1) You mention in line 253 that "The suitable and ideal material for chest wall prosthetic reconstruction should be rigid enough to prevent paradoxical movements, quite malleable, strong resistance to infection, biologically inert, radiolucent, and cheap". However, your institutional preference (line 307) includes the use of biologic mesh and titanium bars (when needed). These materials, while they may fulfill some of your criteria, are also significantly more expensive that polypropylene mesh and/or methylmethacrylate.
a) Do you recommend biologic materials in ALL cases of chest wall reconstructions for defects >5cm, +3/4 ribs? Are there situations where you still utilize synthetic materials?
b) You also mention the higher rates of infections in synthetic meshes. Do you have institutional data that shows a significantly lower infection rate that can be added to this paper to support your use of these materials in all of your chest wall reconstructions?

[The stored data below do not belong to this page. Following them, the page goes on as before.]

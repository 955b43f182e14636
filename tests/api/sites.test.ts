import request from 'supertest';
import { describe, expect, it } from 'vitest';
import { OperatorAssignment, Site } from '../../server/models';
import { buildUser, call, SIGNED_OUT, signIn, type Agent, useApi } from '../helpers/api';
import { buildNeighbourhood, buildNode, buildOperatorWithHood, buildSite } from '../helpers/factories';

const validSite = (neighbourhoodId: number, overrides: Record<string, unknown> = {}) => ({
  name: 'Granary Roof',
  neighbourhoodId,
  latitude: 47.61,
  longitude: -38.42,
  groundElevationM: 12,
  antennaHeightM: 9,
  ...overrides,
});
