import { io as connect, type Socket } from 'socket.io-client';
import { afterAll, beforeAll, describe, expect, it } from 'vitest';
import { PASSWORD, buildUser, useApi } from '../helpers/api';
import { buildNeighbourhood, buildNode } from '../helpers/factories';
import { sessionCookieOf } from '../../server/tools/apiClient';
import { startServerProcess, type ServerProcess } from '../../server/tools/serverProcess';

/*
 * Live updates follow access as it changes: two server processes share one database and the
 * PostgreSQL adapter; the change is made on one, the person's socket lives on the other.
 */

interface Session {
  cookie: string;
  csrf: string;
}
interface Event {
  name: string;
  body: { nodeId?: number; neighbourhoodIds?: number[] };
}
interface Listener {
  socket: Socket;
  events: Event[];
  disconnected: () => string | null;
}

async function signInAt(url: string, email: string): Promise<Session> {
  const res = await fetch(`${url}/api/v1/session`, {
    method: 'POST',
    headers: { 'content-type': 'application/json' },
    body: JSON.stringify({ email, password: PASSWORD }),
  });
  if (res.status !== 200) throw new Error(`sign-in failed: ${res.status}`);
  return { cookie: sessionCookieOf(res), csrf: (await res.json()).csrfToken };
}

function listen(url: string, cookie: string, origin?: string): Promise<Listener> {
  return new Promise((resolve, reject) => {
    const headers: Record<string, string> = { cookie };
    if (origin) headers.origin = origin;
    const socket = connect(url, { transports: ['websocket'], extraHeaders: headers, reconnection: false });
    const events: Event[] = [];
    let reason: string | null = null;
    socket.onAny((name, body) => events.push({ name, body }));
    socket.on('disconnect', (r) => (reason = r));
    socket.on('connect', () => resolve({ socket, events, disconnected: () => reason }));
    socket.on('connect_error', reject);
  });
}

/** How a refused handshake reads on the client: the transport's error and what the server's answer did to it. */
const refusal = (attempt: Promise<Listener>) =>
  attempt.then(
    (l) => {
      l.socket.close();
      return 'connected';
    },
    (err: Error & { description?: { message?: string } }) => `${err.message}: ${err.description?.message}`,
  );

const waitFor = async (check: () => boolean, ms = 10_000) => {
  const end = Date.now() + ms;
  while (!check()) {
    if (Date.now() > end) return false;
    await new Promise((r) => setTimeout(r, 50));
  }
  return true;
};

async function send(url: string, s: Session, method: string, path: string, body?: unknown) {
  const res = await fetch(`${url}${path}`, {
    method,
    headers: { cookie: s.cookie, 'x-csrf-token': s.csrf, 'content-type': 'application/json' },
    body: body === undefined ? undefined : JSON.stringify(body),
  });
  return { status: res.status, body: res.status === 204 ? null : await res.json() };
}

describe('live updates follow access', () => {
  useApi(); // empties the tables and opens the models for the factories
  let a: ServerProcess;
  let b: ServerProcess;
  let short: ServerProcess;
  const env = { SESSION_SECRET: 'a-shared-secret-for-both-test-instances', JOBS_ENABLED: 'false', FIGURES_THROTTLE_MS: '0', SOCKET_ADAPTER: 'postgres' };

  beforeAll(async () => {
    // One after another: three cold starts at once can starve a busy two-core machine.
    a = await startServerProcess(env, 90_000);
    b = await startServerProcess(env, 90_000);
    // A third instance whose sessions last 3.6 seconds after sign-in.
    short = await startServerProcess({ ...env, SESSION_ABSOLUTE_HOURS: '0.001', SOCKET_ADAPTER: 'memory' }, 90_000);
  }, 300_000);
  afterAll(async () => {
    await Promise.all([a?.stop(), b?.stop(), short?.stop()]);
  });

  /** A node in its own neighbourhood with a token, and a way to make it report once. */
  async function reportingNode(admin: Session, operators: { id: number }[] = []) {
    const hood = await buildNeighbourhood({ operators: operators as never });
    const node = await buildNode({ neighbourhoodId: hood.id });
    const { body } = await send(a.url, admin, 'POST', `/api/v1/nodes/${node.id}/ingest-token`);
    let seq = 0;
    const report = async () => {
      const res = await fetch(`${a.url}/api/v1/heartbeats`, {
        method: 'POST',
        headers: { authorization: `Bearer ${body.token}`, 'content-type': 'application/json' },
        body: JSON.stringify({ seq: ++seq, sentAt: new Date().toISOString(), radios: [{ iface: 'wlan0', signalDbm: -60, noiseDbm: -95 }] }),
      });
      expect(res.status).toBe(202);
    };
    return { hood, node, report };
  }
  const about = (l: Listener, nodeId: number) => l.events.filter((e) => e.body?.nodeId === nodeId);

  it('refuses a handshake from a foreign Origin and accepts the site’s own', async () => {
    const user = await buildUser({ role: 'operator' });
    const s = await signInAt(b.url, user.email);
    // socket.io's allowRequest refusal answers a WebSocket upgrade with 400 Bad Request.
    expect(await refusal(listen(b.url, s.cookie, 'https://elsewhere.example'))).toBe('websocket error: Unexpected server response: 400');
    expect(await refusal(listen(b.url, s.cookie, 'null'))).toBe('websocket error: Unexpected server response: 400');
    const own = await listen(b.url, s.cookie, b.url);
    expect(own.socket.connected).toBe(true);
    own.socket.close();
  });

  it('stops an operator hearing a neighbourhood the moment they are removed from it, and starts when added', async () => {
    const operator = await buildUser({ role: 'operator' });
    const admin = await signInAt(a.url, (await buildUser({ role: 'admin' })).email);
    const { hood, node, report } = await reportingNode(admin, [operator]);
    const op = await listen(b.url, (await signInAt(b.url, operator.email)).cookie);
    const watcher = await listen(b.url, (await signInAt(b.url, (await buildUser({ role: 'admin' })).email)).cookie);

    await report();
    expect(await waitFor(() => about(op, node.id).length > 0)).toBe(true); // hears it while assigned

    const removed = await send(a.url, admin, 'PUT', `/api/v1/neighbourhoods/${hood.id}/operators`, { userIds: [] });
    expect(removed.status).toBe(200);
    expect(await waitFor(() => op.events.some((e) => e.name === 'access:changed'))).toBe(true);
    expect(op.events.find((e) => e.name === 'access:changed')!.body.neighbourhoodIds).toEqual([]);
    expect(op.socket.connected).toBe(true); // still signed in, only deaf to that neighbourhood

    const heardBefore = about(op, node.id).length;
    const watcherBefore = about(watcher, node.id).length;
    await report();
    expect(await waitFor(() => about(watcher, node.id).length > watcherBefore)).toBe(true); // the event was sent
    await new Promise((r) => setTimeout(r, 400));
    expect(about(op, node.id).length).toBe(heardBefore);

    const added = await send(a.url, admin, 'PUT', `/api/v1/neighbourhoods/${hood.id}/operators`, { userIds: [operator.id] });
    expect(added.status).toBe(200);
    expect(await waitFor(() => op.events.filter((e) => e.name === 'access:changed').length === 2)).toBe(true);
    await report();
    expect(await waitFor(() => about(op, node.id).length > heardBefore)).toBe(true);
    for (const l of [op, watcher]) l.socket.close();
  }, 60_000);

  it('drops the neighbourhood rooms of an operator who becomes a host', async () => {
    const operator = await buildUser({ role: 'operator' });
    const admin = await signInAt(a.url, (await buildUser({ role: 'admin' })).email);
    const { node, report } = await reportingNode(admin, [operator]);
    const op = await listen(b.url, (await signInAt(b.url, operator.email)).cookie);
    const watcher = await listen(b.url, (await signInAt(b.url, (await buildUser({ role: 'admin' })).email)).cookie);

    expect((await send(a.url, admin, 'PATCH', `/api/v1/users/${operator.id}`, { role: 'host' })).status).toBe(200);
    expect(await waitFor(() => op.events.some((e) => e.name === 'access:changed'))).toBe(true);
    await report();
    expect(await waitFor(() => about(watcher, node.id).length > 0)).toBe(true);
    await new Promise((r) => setTimeout(r, 400));
    expect(about(op, node.id)).toEqual([]);
    for (const l of [op, watcher]) l.socket.close();
  }, 60_000);

  it('disconnects a deactivated person at once, on the other instance too', async () => {
    const person = await buildUser({ role: 'operator' });
    const admin = await signInAt(a.url, (await buildUser({ role: 'admin' })).email);
    const sock = await listen(b.url, (await signInAt(b.url, person.email)).cookie);
    const bystander = await listen(b.url, (await signInAt(b.url, (await buildUser({ role: 'operator' })).email)).cookie);

    expect((await send(a.url, admin, 'PATCH', `/api/v1/users/${person.id}`, { active: false })).status).toBe(200);
    expect(await waitFor(() => sock.disconnected() !== null)).toBe(true);
    expect(sock.disconnected()).toBe('io server disconnect');
    expect(bystander.socket.connected).toBe(true);
    bystander.socket.close();
  }, 60_000);

  it('ends a live connection when its session reaches its absolute lifetime', async () => {
    const person = await buildUser({ role: 'host' });
    const s = await signInAt(short.url, person.email);
    const sock = await listen(short.url, s.cookie);
    expect(await waitFor(() => sock.disconnected() !== null, 15_000)).toBe(true);
    expect(sock.disconnected()).toBe('io server disconnect');
    // And the session itself is over: no new connection, no API.
    // The ended session is refused before the upgrade, which socket.io answers with 400 Bad Request.
    expect(await refusal(listen(short.url, s.cookie))).toBe('websocket error: Unexpected server response: 400');
    expect((await fetch(`${short.url}/api/v1/me`, { headers: { cookie: s.cookie } })).status).toBe(401);
  }, 60_000);
});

2) The Conclusion section should be re-written. The majority of this section belongs in either the methods or results section and should not be in the conclusions section.
Author Response
Thanks to the reviewer for his work and
Point 1
A:You mention in line 253 that "The suitable and ideal material for chest wall prosthetic reconstruction should be rigid enough to prevent paradoxical movements, quite malleable, strong resistance to infection, biologically inert, radiolucent, and cheap". However, your institutional preference (line 307) includes the use of biologic mesh and titanium bars (when needed). These materials, while they may fulfill some of your criteria, are also significantly more expensive that polypropylene mesh and/or methylmethacrylate.
R: In line 253 we reported what should be the ideal characteristics of a material for the reconstruction of the chest wall. However, all these characteristics are impossible to find in a single material. Biological meshes and titanium bar are more expensive than other materials but in chest wall tumors we prefer to use these for excellent results both in the short and medium term. However we also use methylmethacrylate mesh. especially for the repair of lung hernias.
- A: Do you recommend biologic materials in ALL cases of chest wall reconstructions for defects >5cm, +3/4 ribs? Are there situations where you still utilize synthetic materials?
- R: We recommend the use of biological materials in all types of reconstruction. Biological meshes can also be used for extensive thoracic and sternal reconstructions. In extensive reconstruction we are used to use biological meshes together with titanium bars protected by muscle flap. It is important to reiterate that to date there are no specific guidelines and the type of prosthetic material used often depends on the experience and preferences of the surgeon.
- A: You also mention the higher rates of infections in synthetic meshes. Do you have institutional data that shows a significantly lower infection rate that can be added to this paper to support your use of these materials in all of your chest wall reconstructions?
- R: In our experience we have had several cases of infection of synthetic prosthetic materials, but we have no data available.However not even a case of infection after implantation of biological prostheses
Point 2
A: The Conclusion section should be re-written. The majority of this section belongs in either the methods or results section and should not be in the conclusions section.
R: In the conclusions section we tried to summarize the most important aspects on the resection and reconstruction of the chest wall tumors to introduce 3D printing technology, innovative reconstruction technique
Round 2
Reviewer 1 Report
Dear Authors,
Thanks for your reply to my comment. Given that this is a state of art article, I now agree with the structure of manuscript and find the modified title more suitable.
I would recommend this manuscript for publication.